Since the most commonly available coiled tubing sizes are 2, 2 3/8 and 2 7/8 in., Xtreme sought to fill the gap with 2 5/8-in. coiled tubing. “There had been 2 5/8-in. tubing produced already for other applications, such as surface piping, so we started looking at the 2 5/8 in. and found that we could design a reel to hold 23,500 ft of it,” Mr Proulx said. “It was light enough that we could still get it down the road within the state regulations and permitting system, while being large enough to withstand the compressional forces to reach the toe of the wellbore.”
Xtreme began using 2 5/8-in. coiled tubing in the Eagle Ford in February 2012, and in May 2013, the company set a record for the deepest coiled-tubing job with that size, at 20,400 ft in the Eagle Ford. In January 2014, the company deployed its fourth XSR 200 coiled-tubing unit to Texas, which is a mastless version of the original XSR200 design. This adjustment allows greater flexibility in relation to working next to existing equipment, such as frac or wireline.
Remote operations
Since launching in 2012, Baker Hughes’ Micro CT lightweight intervention units have been serving remote onshore and offshore markets in Southeast Asia, Africa, the North Sea and the Gulf of Mexico. The modular unit is divided into nine components, with 6,600-lb maximum lift. The unit is capable of running smaller-OD workstrings – 5/8, 3/4 and 1-in. – on platforms with limited deck space and/or crane capacity. “Micro CT allows for remedial intervention economically. As time goes on, we generally get bigger and better. Micro CT is a reverse of that philosophy, so it’s not just a matter of making things smaller. It’s actually adding the software stimulation capability to enable jobs to be done with smaller pipe relative to what we started,” Tim Ramsey, the company’s Coiled Tubing Product Line Manager, said.
The Micro CT unit uses Baker Hughes’ CIRCA modeling software to ensure effective and efficient interventions. “It’s not a matter of getting smaller and running it in hole,” Mr Ramsey said. “We simulate the operation beforehand to ensure that we can achieve the net results, whether it be to pump a product downhole, pass it or even mill it.”
The technology, which uses conventional pressure-control equipment and BHAs, was developed to run not only the small Micro CT work strings but also conventional coiled-tubing reels and injector heads, when required, for remedial intervention. While Micro CT may not be the solution to all well issues, its smaller-sized coiled tubing does make some operations possible. “An example would be gas lifting with coiled tubing where the reduced workstring size, in many cases, increases efficiency due to the reduced annular friction losses,” Mr Ramsey explained.
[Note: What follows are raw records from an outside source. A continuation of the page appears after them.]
"""The result screen's words and numbers, shared by the server page and the phone's script.

``words()`` is sent to the page as JSON; static/js/pages/assess_view.js applies the same
templates with the same arithmetic, so the two renderings cannot say different things
(a browser test compares them). Clinical numbers come from the rulebook only.
"""

from __future__ import annotations

import math
import re

from clinic_app.clinical.rulebook import RULES
from clinic_app.i18n import _
from clinic_app.i18n_rules import localize, rule_texts

_SLOT = re.compile(r"%\((\w+)\)s")


def fill(template: str, **params) -> str:
    """Put the params into a ``%(name)s`` template (the JS side does the same)."""
    return _SLOT.sub(lambda m: num(params[m.group(1)]), template)


def num(value) -> str:
    """Numbers as the JS String() spells them: 2 not 2.0, 0.75 stays 0.75."""
    if isinstance(value, float) and value.is_integer():
        return str(int(value))
    return str(value)


def words() -> dict:
    """Every text of the result screen, translated, with %(name)s slots; ``rule_texts`` maps
    the rulebook's English action and caution templates to their translations."""
    return {
        "rule_texts": rule_texts(_),
        "severity_none": _("No dehydration"), "severity_some": _("Some dehydration"),
        "severity_severe": _("Severe dehydration"),
        "plan_A": _("Plan A: treat at home"), "plan_B": _("Plan B: ORS in the clinic"),
        "plan_C": _("Plan C: severe dehydration, treat quickly"),
        "plan_SAM": _("Malnutrition rehydration protocol (not Plan B or C)"),
        "ors_total": _("ORS: %(total)s ml over %(hours)s hours (table %(low)s-%(high)s ml)"),
        "ors_range": _("ORS: %(low)s-%(high)s ml over %(hours)s hours"),
        "ors_total_only": _("ORS: %(total)s ml over %(hours)s hours"),
        "hour": _("Hour %(n)s"), "ml": _("%(ml)s ml"),
        "cups": _("cups: %(cups)s"), "spoons": _("teaspoons: %(n)s"),
        "cup_size": _("One cup = %(cup_ml)s ml"),
        "per_stool": _("After each loose stool: %(low)s-%(high)s ml of ORS"),
        "per_stool_any": _("After each loose stool: as much ORS as wanted"),
        "zinc": _("Zinc: %(mg)s mg once a day for %(min)s-%(max)s days"),
        "zinc_fixed": _("Zinc: %(mg)s mg once a day for %(days)s days"),
        "refer_urgent": _("Refer urgently"), "refer_routine": _("Refer"),
        "refer_none": _("No referral needed"),
        "facility": _("%(name)s, phone %(phone)s"),
    }


def build_input(data: dict) -> dict:
    """The assess input from the form's fields (static/js/pages/assess_view.js mirrors it)."""
    unit = data.get("age_unit") or "months"
    age = float(data["age_value"])
    if unit == "weeks":
        age = age * 7 / RULES["growth_days_per_month"]["value"]
    elif unit == "years":
        age = age * 12
    inputs: dict = {
        "age_months": age,
        "danger_signs": {name: bool(data.get(name)) for name in RULES["danger_signs"]["inputs"]},
        "signs": {name: data[name] for name in ("condition", "eyes", "drinking", "skin_pinch")
                  if data.get(name)},
        "oedema_both_feet": bool(data.get("oedema_both_feet")),
        "blood_in_stool": bool(data.get("blood_in_stool")),
    }
    if data.get("sex"):
        inputs["sex"] = data["sex"]
    if data.get("weight_kg") is not None and not data.get("no_scale"):
        inputs["weight_kg"] = float(data["weight_kg"])
    for name in ("muac_mm", "diarrhoea_days"):
        if data.get(name) is not None:
            inputs[name] = int(data[name])
    if data.get("confirm_implausible_weight"):
        inputs["confirm_implausible_weight"] = True
    return inputs


def cups(ml: float, cup_ml: int) -> float:
    """Cups of the clinic's size, to the nearest quarter cup."""
    return math.floor(ml / cup_ml * 4 + 0.5) / 4


def spoons(ml: float) -> int:
    return math.floor(ml / RULES["teaspoon_ml"]["value"] + 0.5)


def present(result: dict, settings, age_months: float) -> dict:
    """The result screen's texts (the template only places them)."""
    w = words()
    out = {"severity": result["severity"], "severity_text": w["severity_" + result["severity"]],
           "plan_text": w["plan_" + result["plan"]], "ors_text": "", "schedule": [],
           "cup_text": fill(w["cup_size"], cup_ml=settings.cup_ml), "per_stool_text": "",
           "zinc_text": "", "refer_text": w["refer_" + result["refer"]], "facility_text": "",
           "actions": [localize("actions", a, w["rule_texts"]) for a in result.get("actions", [])],
           "cautions": [localize("cautions", c, w["rule_texts"])
                        for c in result.get("cautions", [])]}
    ors = result.get("ors")
    if ors:
        if ors.get("total_ml") is None and ors.get("low_ml") is None:
            pass  # no weight and no table row: the actions say to weigh the child
        elif ors.get("total_ml") is None:
            out["ors_text"] = fill(w["ors_range"], low=ors["low_ml"], high=ors["high_ml"],
                                   hours=ors["hours"])
        elif ors.get("low_ml") is None:  # beyond the table's last row
            out["ors_text"] = fill(w["ors_total_only"], total=ors["total_ml"],
                                   hours=ors["hours"])
        else:
            out["ors_text"] = fill(w["ors_total"], total=ors["total_ml"], hours=ors["hours"],
                                   low=ors["low_ml"], high=ors["high_ml"])
        small = age_months < RULES["spoons_max_age_months"]["value"]
        for hour, ml in enumerate(ors.get("hourly_ml") or [], start=1):
            out["schedule"].append({
                "hour": fill(w["hour"], n=hour), "ml": fill(w["ml"], ml=ml),
                "cups": fill(w["cups"], cups=cups(ml, settings.cup_ml)),
                "spoons": fill(w["spoons"], n=spoons(ml)) if small else ""})
    per_stool = result.get("per_stool_ml")
    if per_stool:
        out["per_stool_text"] = (w["per_stool_any"] if per_stool.get("as_much_as_wanted") else
                                 fill(w["per_stool"], low=per_stool["low_ml"],
                                      high=per_stool["high_ml"]))
    zinc = result.get("zinc")
    if zinc:
        # A clinic that gives a fixed number of days sees "for 10 days", not "for 10-10 days".
        if zinc["days_min"] == zinc["days_max"]:
            out["zinc_text"] = fill(w["zinc_fixed"], mg=zinc["mg_per_day"],
                                    days=zinc["days_min"])
        else:
            out["zinc_text"] = fill(w["zinc"], mg=zinc["mg_per_day"], min=zinc["days_min"],
                                    max=zinc["days_max"])
    if result["refer"] != "none" and settings.referral_facility_name:
        out["facility_text"] = fill(w["facility"], name=settings.referral_facility_name,
                                    phone=settings.referral_facility_phone or "-")
    return out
Last year in Malaysia, an operator sought to perforate a previously abandoned zone in a deviated offshore well from a small platform. However, the platform could not support a regular coiled-tubing unit. “Above the zone of interest was a previously set casing patch assembly that had been placed over an abandoned zone. This had also resulted in a reduced internal diameter of the casing that, along with the deviation, would not allow the safe passage of the perforating guns with wireline,” Mr Ramsey explained.
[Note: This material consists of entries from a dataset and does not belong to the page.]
"""Forms of the admin pages (Flask-WTF, so every POST carries a CSRF token)."""

from __future__ import annotations

from flask_wtf import FlaskForm
from wtforms import (
    BooleanField,
    SelectField,
    SelectMultipleField,
    StringField,
    TextAreaField,
)
from wtforms.validators import (
    DataRequired,
    InputRequired,
    Length,
    NumberRange,
    Optional,
    Regexp,
    ValidationError,
)

from clinic_app.clinical.rulebook import RULES
from clinic_app.i18n import lazy_gettext
from clinic_app.storage import users
from clinic_app.web.fields import IntegerField


def plan_b_choices() -> list[tuple[str, str]]:
    """The Plan B tables the rulebook holds, as (key, label)."""
    tables = RULES["plan_b_tables"]
    return [(key, value.get("label", key)) for key, value in tables.items()
            if isinstance(value, dict) and "rows" in value]


def maintenance_choices() -> list[tuple[int, str]]:
    """Above-20-kg maintenance rates the rulebook names: the original and the variant."""
    original = RULES["maintenance_holliday_segar"]["ml_per_kg_per_day"][-1]
    variant = RULES["maintenance_above_20kg_variant_ml_per_kg"]["value"]
    return [(original, lazy_gettext("%(n)s ml/kg/day (Holliday-Segar original)", n=original)),
            (variant, lazy_gettext("%(n)s ml/kg/day (variant)", n=variant))]


class SettingsForm(FlaskForm):
    # Non-clinical (clinic profile)
    clinic_name = StringField(lazy_gettext("Clinic name"), validators=[Length(max=120)])
    clinic_phone = StringField(
        lazy_gettext("Clinic phone"),
        validators=[Length(max=40), Regexp(r"^[0-9+()\- ]*$",
                                           message=lazy_gettext("Digits, spaces, + ( ) - only."))])
    stock_alert_weeks = IntegerField(
        lazy_gettext("Stock alert threshold (weeks of stock left)"),
        validators=[InputRequired(), NumberRange(min=0)])
    default_languages = SelectMultipleField(lazy_gettext("Default languages"),
                                            validators=[DataRequired()])
    # Clinical settings (ClinicSettings; they change the rulebook version)
    referral_facility_name = StringField(lazy_gettext("Referral facility"),
                                         validators=[Length(max=120)])
    referral_facility_phone = StringField(
        lazy_gettext("Referral facility phone"),
        validators=[Length(max=40), Regexp(r"^[0-9+()\- ]*$",
                                           message=lazy_gettext("Digits, spaces, + ( ) - only."))])
    plan_b_table = SelectField(lazy_gettext("Plan B table"), validators=[DataRequired()])
    iv_available = BooleanField(lazy_gettext("IV fluids available here"))
    ng_trained = BooleanField(lazy_gettext("Staff trained in nasogastric rehydration"))
    minutes_to_iv_facility = IntegerField(
        lazy_gettext("Minutes to the IV facility (leave empty if unknown)"),
        validators=[Optional(), NumberRange(min=0)])
    cholera_outbreak = BooleanField(lazy_gettext("Cholera outbreak declared"))
    cholera_in_area = BooleanField(lazy_gettext("Cholera in the area"))
    zinc_days_min = IntegerField(lazy_gettext("Zinc: fewest days"),
                                 validators=[InputRequired(), NumberRange(min=1)])
    zinc_days_max = IntegerField(lazy_gettext("Zinc: most days"),
                                 validators=[InputRequired(), NumberRange(min=1)])
    zinc_max_age_months = IntegerField(
        lazy_gettext("Zinc: up to age in months (leave empty for no upper age)"),
        validators=[Optional(), NumberRange(min=3, max=1440)])
    dysentery_policy_text = TextAreaField(lazy_gettext("Dysentery antibiotic policy"),
                                          validators=[DataRequired(), Length(max=600)])
    maintenance_above_20kg_ml_per_kg = SelectField(
        lazy_gettext("Maintenance fluid above 20 kg"), coerce=int)
    cup_ml = IntegerField(lazy_gettext("Cup size for caregivers (ml)"),
                          validators=[InputRequired(), NumberRange(min=1)])

    def validate_zinc_days_max(self, field):
        if self.zinc_days_min.data is not None and field.data is not None \
                and field.data < self.zinc_days_min.data:
            raise ValidationError(lazy_gettext("Must not be fewer than the fewest days."))


class NewUserForm(FlaskForm):
    username = StringField(lazy_gettext("User name"), validators=[
        DataRequired(), Length(min=2, max=64),
        Regexp(r"^[A-Za-z0-9._-]+$",
               message=lazy_gettext("Letters, digits, dot, dash and underscore only."))])
    display_name = StringField(lazy_gettext("Full name"), validators=[Length(max=120)])
    role = SelectField(lazy_gettext("Role"), choices=list(users.ROLES),
                       validators=[DataRequired()])
    area = StringField(lazy_gettext("Village or area"), validators=[Length(max=120)])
A Micro CT unit with a 1-in. workstring was mobilized to the platform along with a fluid pump and storage tank to allow a standalone operation. “A 1 11/16-in. positive displacement motor with a tapered step mill was deployed, and the restriction was milled out. Twelve subsequent perforation runs were performed to successfully perforate the zone of interest,” Mr Ramsey said. The job was completed in one week.
Selective perforation
Building on the ACTive family of downhole coiled-tubing measurements and services, Schlumberger began field tests this year for a selective perforation module to perforate multiple zones in a single trip. “The technology allows us to pick up the long length of gun, deploy them on coiled tubing with real-time measurements that we require for depth control and ensure that the guns in fact detonate with pressure and temperature signal at surface,” Mr Altinkopru said. “The selective perforation module now allows us to perforate 10 different zones, one at a time, in one run.”
The selective perforation head for the ACTive platform, which eliminates the need for basic depth correlation provided by a dummy run, is a shared downhole technology from the company’s wireline operations. In horizontal wells, the technology is applied on coiled tubing since wirelines are not capable of pushing the guns to depth. “Some of the key components of that technology development, such as the casing collar locator for depth correlation and addressable switches for selective perforation, have been in the field for some time,” Mr Altinkopru noted. In January, Schlumberger began field tests for the perforation head in Malaysia and Mexico.
Pumping fluids
A major application for coiled tubing takes place after horizontal multistage fracturing operations, to clean out residual frac sand and plugs or ball seats in the well by milling. This application accounts for approximately 80% of Sanjel’s and Baker Hughes’ coiled-tubing operations in North America.
Traditionally, this application calls for pumping viscous fluids into horizontal wells to move the coiled tubing back and forth to sweep out solids, such as cuttings and frac sand. However, the back-and-forth motion is often a point of weakness as it causes the coiled tubing to fatigue quickly, limiting the useful life of the coiled tubing. In conjunction with research from the University of Oklahoma and other industry partners within the past two years, Sanjel found that changing fluid rheology to optimize solids transport allows for different operating procedures that can significantly reduce the coiled tubing’s fatigue.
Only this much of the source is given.